Elevated CO2 levels cause mitochondrial dysfunction and impair cell proliferation

Christine U. Vohwinkel, Emilia Lecuona, Haying Sun, Natascha Sommer, István Vadász, Navdeep S. Chandel, Jacob I. Sznajder*

*Corresponding author for this work

Research output: Contribution to journalArticlepeer-review

133 Scopus citations


Elevated CO 2 concentrations (hypercapnia) occur in patients with severe lung diseases. Here, we provide evidence that high CO 2 levels decrease O 2 consumption and ATP production and impair cell proliferation independently of acidosis and hypoxia in fibroblasts (N12) and alveolar epithelial cells (A549). Cells exposed to elevated CO 2 died in galactose medium as well as when glucose-6-phosphate isomerase was knocked down, suggesting mitochondrial dysfunction. High CO 2 levels led to increased levels of microRNA-183 (miR-183), which in turn decreased expression of IDH2 (isocitrate dehydrogenase 2).
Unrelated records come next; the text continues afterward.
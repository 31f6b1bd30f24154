"""Courts and time slots: balanced tournament designs.

Source: Schellenberg, van Rees & Vanstone, "The existence of balanced tournament designs",
Ars Combinatoria 3 (1977) 303-318: a BTD(k) (2k teams, k courts, 2k-1 rounds, every team on
every court at most twice) exists for every k except k = 2 (re-proved in Bauman 2001, MMath
thesis, Waterloo). The counts below are made from the fixtures by plain code.
"""

from __future__ import annotations

from collections import Counter
from datetime import time

import pytest

from scheduler.config.model import Priorities, Venue
from scheduler.fairness import compute_fairness
from scheduler.plan import plan_season

from .helpers import league
from .rule_checker import check_season

COURTS_FIRST = Priorities(mixing=1, breaks=1, venue_balance=5, slot_balance=3, carry_over=0)


def _court_use(season):
    use = Counter()
    for f in season.fixtures:
        use[(f.home, f.court)] += 1
        use[(f.away, f.court)] += 1
    return use


@pytest.mark.parametrize("k", [3, 4, 5])
def test_btd_each_team_uses_each_court_at_most_twice(k):
    hall = Venue("Riverside Hall", courts=tuple(f"Court {c}" for c in "ABCDE"[:k]))
    lg = league(2 * k, venues=(hall,), priorities=COURTS_FIRST)
    result = plan_season(lg, time_limit=4)
    assert check_season(lg, result.season) == []
    use = _court_use(result.season)
    assert max(use.values()) == 2
    # since k^2 < k(2k-1) < 2k^2, every team uses every court once or twice
    assert all(use[(t, c)] in (1, 2) for t in lg.team_names for c in hall.courts)
    report = compute_fairness(result.season)
    assert report.court_spread_max is None or report.court_spread_max <= 1


def test_btd2_does_not_exist_best_is_three():
    # k = 2 is the theorem's exception: 4 teams on 2 courts; some team must use a court 3 times,
    # and the model reports that best possible value.
    hall = Venue("Riverside Hall", courts=("Court A", "Court B"))
    lg = league(4, venues=(hall,), priorities=COURTS_FIRST)
    result = plan_season(lg, time_limit=4)
    assert max(_court_use(result.season).values()) == 3


def test_time_slots_as_even_as_possible():
    # 8 teams, 2 courts x 2 slots: each team plays 7 games over 2 slots -> at most 4 in one slot
    # (ceil(7/2)); and over 2 courts -> at most 4 on one court.
    hall = Venue("Riverside Hall", courts=("Court A", "Court B"), slots=(time(19, 0), time(20, 30)))
    lg = league(8, venues=(hall,), priorities=COURTS_FIRST)
    result = plan_season(lg, time_limit=4)
    assert check_season(lg, result.season) == []
    slots = Counter()
    for f in result.season.fixtures:
        slots[(f.home, f.slot)] += 1
        slots[(f.away, f.slot)] += 1
    assert max(slots.values()) == 4
    assert max(_court_use(result.season).values()) == 4
    assert {f.slot for f in result.season.fixtures} == {"19:00", "20:30"}


def test_venue_mode_plays_at_home_venue_with_capacity():
    # two clubs share a one-pitch ground: never both at home on a day (shared_ground_groups).
    venues = tuple(Venue(f"Ground {i}") for i in range(5))
    homes = {"Alder Vale": "Ground 0", "Brook Farm": "Ground 0", "Cobble Hill": "Ground 1",
             "Dunmere": "Ground 2", "Elm Quay": "Ground 3", "Fernwick": "Ground 4"}
    lg = league(6, legs=2, venues=venues, mode="venue", home_venues=homes)
    assert ("Alder Vale", "Brook Farm") in lg.shared_ground_groups
    result = plan_season(lg, time_limit=4)
    assert check_season(lg, result.season) == []
    for f in result.season.fixtures:
        assert f.venue == homes[f.home]


def test_venue_mode_shared_two_court_ground_and_odd_league():
    # capacity 2 (two pitches): both clubs may be at home on the same day, on different pitches;
    # three clubs there with capacity 2 must never all be at home together.
    venues = (Venue("Twin Fields", courts=("Pitch 1", "Pitch 2")), Venue("Ground B"),
              Venue("Ground C"), Venue("Ground D"))
    homes = {"Alder Vale": "Twin Fields", "Brook Farm": "Twin Fields", "Cobble Hill": "Twin Fields",
             "Dunmere": "Ground B", "Elm Quay": "Ground C", "Fernwick": "Ground D",
             "Gorse Bank": "Ground D"}
    lg = league(7, legs=2, venues=venues, mode="venue", home_venues=homes)
    result = plan_season(lg, time_limit=4)
    assert check_season(lg, result.season) == []
    per_day = Counter((f.date, f.venue) for f in result.season.fixtures)
    assert per_day and max(n for (d, v), n in per_day.items() if v == "Twin Fields") <= 2
    assert max(n for (d, v), n in per_day.items() if v == "Ground D") <= 1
The high CO 2-induced decrease in cell proliferation was rescued by α-ketoglutarate and overexpression of IDH2, whereas proliferation decreased in normocapnic cells transfected with siRNA for IDH2. Also, overexpression of miR-183 decreased IDH2 (mRNA and protein) as well as cell proliferation under normocapnic conditions, whereas inhibition of miR-183 rescued the normal proliferation phenotype in cells exposed to elevated levels of CO 2. Accordingly, we provide evidence that high CO 2 induces miR-183, which down-regulates IDH2, thus impairing mitochondrial function and cell proliferation. These results are of relevance to patients with hypercapnia such as those with chronic obstructive pulmonary disease, asthma, cystic fibrosis, bronchopulmonary dysplasia, and muscular dystrophies.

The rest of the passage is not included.